Is that why people enjoy watching anime and playing games in Japanese + subs? Or why a ton of historical Japanese and Chinese games use anachronistic modern language instead of using older/ancient versions of the language?
And then there is this bit of ignorant accidental comedy: "it's actually debatable how good of a fit modern Greek would be for ancient Greek characters". Because English, a Germanic language, would totally make more sense for characters that are supposed to be Hellenic speakers... Do you have any idea how little Greek has changed in comparison to English the past 2000 years?
I see prejudice in this part of your reply. Besides all the eagerness to dismiss the idea.

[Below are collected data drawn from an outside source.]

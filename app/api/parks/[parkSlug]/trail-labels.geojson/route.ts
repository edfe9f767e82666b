// GET /api/parks/{parkSlug}/trail-labels.geojson: where the map writes each trail's name and status.
import { geoJsonResponse } from "@/lib/server/api/geojson-response";
import { handler } from "@/lib/server/api/handler";
import { parkTrailsGeoJson } from "@/lib/map/map-queries";
import { getParkBySlug } from "@/lib/parks/queries";
import { trailLabelPoints } from "@/lib/map/pure/trail-labels";

export const dynamic = "force-dynamic";

export const GET = handler<{ parkSlug: string }>(async ({ request, params }) => {
  const park = await getParkBySlug(params.parkSlug);
  return geoJsonResponse(trailLabelPoints((await parkTrailsGeoJson(park)).collection), request);
});
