import "server-only";
/**
 * Security headers for every response (ASVS v5.0.0 3.4.x). The page CSP carries a fresh
 * nonce per request; Next.js reads it from the request's CSP header and stamps its own scripts.
 */
export function contentSecurityPolicy(nonce: string, { dev = false } = {}): string {
  const directives = [
    "default-src 'self'",
    `script-src 'self' 'nonce-${nonce}' 'strict-dynamic'${dev ? " 'unsafe-eval'" : ""}`,
    // React style attributes and MapLibre's canvas containers set inline styles.
    "style-src 'self' 'unsafe-inline'",
    "img-src 'self' data: blob:",
    "font-src 'self'",
    "connect-src 'self'",
    "worker-src 'self' blob:",
    "child-src 'self' blob:",
    "object-src 'none'",
    "base-uri 'self'",
    "form-action 'self'",
    "frame-ancestors 'none'",
  ];
  return directives.join("; ");
}

/** Pages that set their own CSP and framing rules (the embeddable status card); proxy.ts leaves them be. */
export const SELF_FRAMED_PATHS = ["/embed/"];

/**
 * The status card's CSP: nothing loads but its own inline styles, and only the origins the
 * park listed may frame it (CSP Level 3 frame-ancestors; X-Frame-Options cannot list origins).
 */
export function embedContentSecurityPolicy(frameAncestors: string): string {
  return ["default-src 'none'", "style-src 'unsafe-inline'", "img-src 'self' data:", "base-uri 'none'", "form-action 'none'", `frame-ancestors ${frameAncestors}`].join("; ");
}

/** Served over HTTPS (APP_URL), so browsers are told to keep to it (HSTS). */
export const servedOverHttps = () => (process.env.APP_URL ?? "").startsWith("https://");

/**
 * Public read-only API answers that proxy.ts does not run for (its matcher leaves them out: the
 * board and the map's GeoJSON are the busiest requests, and they need neither a nonce nor a
 * redirect). Their answers carry these headers themselves (lib/server/api/etag.ts, errors.ts).
 */
export const PROXY_FREE_API = /^\/api\/parks\/[^/]+\/(board|trails\.geojson|hazards\.geojson)$/;

/** A JSON or GeoJSON answer runs no script and is framed by nobody. */
export const API_CONTENT_SECURITY_POLICY = "default-src 'none'; frame-ancestors 'none'";

/** The headers an API answer sends when the proxy has not set them. */
export function apiSecurityHeaders(): Record<string, string> {
  return { ...staticSecurityHeaders({ production: servedOverHttps() }), "Content-Security-Policy": API_CONTENT_SECURITY_POLICY };
}

export function staticSecurityHeaders({ production }: { production: boolean }): Record<string, string> {
  return {
    "X-Content-Type-Options": "nosniff",
    "Referrer-Policy": "strict-origin-when-cross-origin",
    "X-Frame-Options": "DENY",
    "Permissions-Policy": "camera=(), microphone=(), geolocation=(self)",
    ...(production ? { "Strict-Transport-Security": "max-age=63072000; includeSubDomains" } : {}),
  };
}
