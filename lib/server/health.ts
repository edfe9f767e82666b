import "server-only";
import { sequelize } from "@/models";

/** True when PostgreSQL answers a trivial query (the health route's database check). */
export async function databaseReachable(): Promise<boolean> {
  try {
    await sequelize.query("SELECT 1");
    return true;
  } catch {
    return false;
  }
}
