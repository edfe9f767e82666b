import "server-only";
import { z } from "zod";
import { DEFAULT_DATABASE_URL } from "@/models/database-url";

/**
 * The environment, read and validated once. Defaults let `npm start` and `npm test`
 * run with no .env at all; scripts/start.sh exports the values it generates.
 */
const envSchema = z.object({
  NODE_ENV: z.enum(["development", "production", "test"]).default("development"),
  DATABASE_URL: z.string().url().default(DEFAULT_DATABASE_URL),
  DATABASE_REPLICA_URLS: z.string().optional(),
  APP_URL: z.string().url().default("http://localhost:3000"),
  NEXTAUTH_SECRET: z.string().min(16).default("dev-only-secret-change-me-0123456789"),
  TOKEN_SECRET: z.string().min(16).optional(),
  SMTP_URL: z.string().default("smtp://127.0.0.1:2525"),
  FAKE_SMTP_CONTROL_URL: z.string().url().optional(),
  MAIL_FROM: z.string().default("Loamcast <no-reply@loamcast.test>"),
  PHOTO_STORAGE: z.enum(["local", "s3"]).default("local"),
  PHOTO_STORAGE_DIR: z.string().min(1).default(".local/photos-dev"),
  S3_BUCKET: z.string().min(3).max(63).optional(),
  S3_REGION: z.string().min(1).default("us-east-1"),
  S3_ENDPOINT: z.string().url().optional(),
  S3_FORCE_PATH_STYLE: z.enum(["true", "false"]).default("false"),
  S3_ACCESS_KEY_ID: z.string().min(1).optional(),
  S3_SECRET_ACCESS_KEY: z.string().min(1).optional(),
  MAP_STYLE_URL: z.string().url().optional(),
  BCRYPT_COST: z.coerce.number().int().min(4).max(15).default(12),
  SECURE_COOKIES: z.enum(["true", "false"]).optional(),
}).refine((e) => e.PHOTO_STORAGE !== "s3" || e.S3_BUCKET, { message: "PHOTO_STORAGE=s3 needs S3_BUCKET", path: ["S3_BUCKET"] });

export type Env = z.infer<typeof envSchema>;

let cached: Env | undefined;

export function env(): Env {
  if (!cached) {
    const parsed = envSchema.safeParse(process.env);
    if (!parsed.success) {
      const problems = parsed.error.issues.map((i) => `${i.path.join(".")}: ${i.message}`).join("; ");
      throw new Error(`Invalid environment: ${problems}`);
    }
    cached = parsed.data;
  }
  return cached;
}

/** Secret for our own signed tokens (invitations, unsubscribe links); falls back to the auth secret. */
export const tokenSecret = () => env().TOKEN_SECRET ?? env().NEXTAUTH_SECRET;

/** True while the app sends to the local fake SMTP server (the default for start and tests). */
export const usesFakeMail = () => Boolean(env().FAKE_SMTP_CONTROL_URL);
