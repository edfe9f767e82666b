import "server-only";
import { primaryRole, type Actor } from "@/lib/server/auth/permissions";

export type NavLink = { href: string; label: string };

/** Navigation is data: which links each role sees. Pages still check permissions themselves. */
export function navigationFor(actor: Actor | null): NavLink[] {
  const role = primaryRole(actor);
  const links: NavLink[] = [
    { href: "/", label: "Parks" },
    { href: "/pressure", label: "Tyre pressure" },
  ];
  if (role === "anonymous") return [...links, { href: "/sign-in", label: "Sign in" }];
  links.push({ href: "/me", label: "My bike" });
  if (role === "manager" || role === "ranger" || role === "admin") links.push({ href: "/staff", label: "Staff desk" });
  if (role === "admin") links.push({ href: "/admin/parks", label: "All parks" }, { href: "/admin/mail", label: "Sent mail" });
  return links;
}
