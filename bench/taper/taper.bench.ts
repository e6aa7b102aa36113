import { bench, describe } from 'vitest';
import { latticeLayout } from '../../src/geometry/builders.js';
import { dolphChebyshevTaper } from '../../src/taper/chebyshev.js';
import { circularTaylorTaper } from '../../src/taper/circularTaylor.js';
import { taylorTaper } from '../../src/taper/taylor.js';
import { baylissTaper } from '../../src/taper/bayliss.js';

function sink(w: Float64Array): void {
  for (let i = 0; i < w.length; i += 97) if (Number.isNaN(w[i])) throw new Error('NaN weight');
}

for (const n of [64, 500, 2000]) {
  describe(`line tapers N=${n}`, () => {
    bench('dolphChebyshevTaper 60 dB', () => { sink(dolphChebyshevTaper(n, 60)); });
    bench('dolphChebyshevTaper 120 dB', () => { sink(dolphChebyshevTaper(n, 120)); });
    bench('taylorTaper 40 dB, n̄ = 8', () => { sink(taylorTaper(n, 40, 8).weights); });
    bench('baylissTaper 35 dB, n̄ = 6', () => { sink(baylissTaper(n, 35, 6).weights); });
  });
}

describe('circularTaylorTaper, 4000-element square grid clipped to a circle', () => {
  // Square grid of 1 m spacing clipped to radius 35.7 m: 4001 elements (built untimed).
  const r = 35.7;
  const layout = latticeLayout([1, 0], [0, 1], { kind: 'circle', radiusM: r });
  bench(`${layout.count} elements, 35 dB, n̄ = 6`, () => { sink(circularTaylorTaper(layout, r + 0.5, 35, 6).weights); });
});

he's not wrong though, Greek has indeed changed quite a bit from the current language - that's why there are specific scholars for ancient Greek and the average modern Greek can't read or speak it fluently. English also for what it's worth might have started as a Germanic language, but it's disingenuous at best to ignore the especially rampant Latin and French introduced to the language thanks to 1066
also, bizarre to necro a thread and ignore the actual explanation that is perfectly reasonable and also highlighted. are you sure you're not just being a little nationalist for no real reason?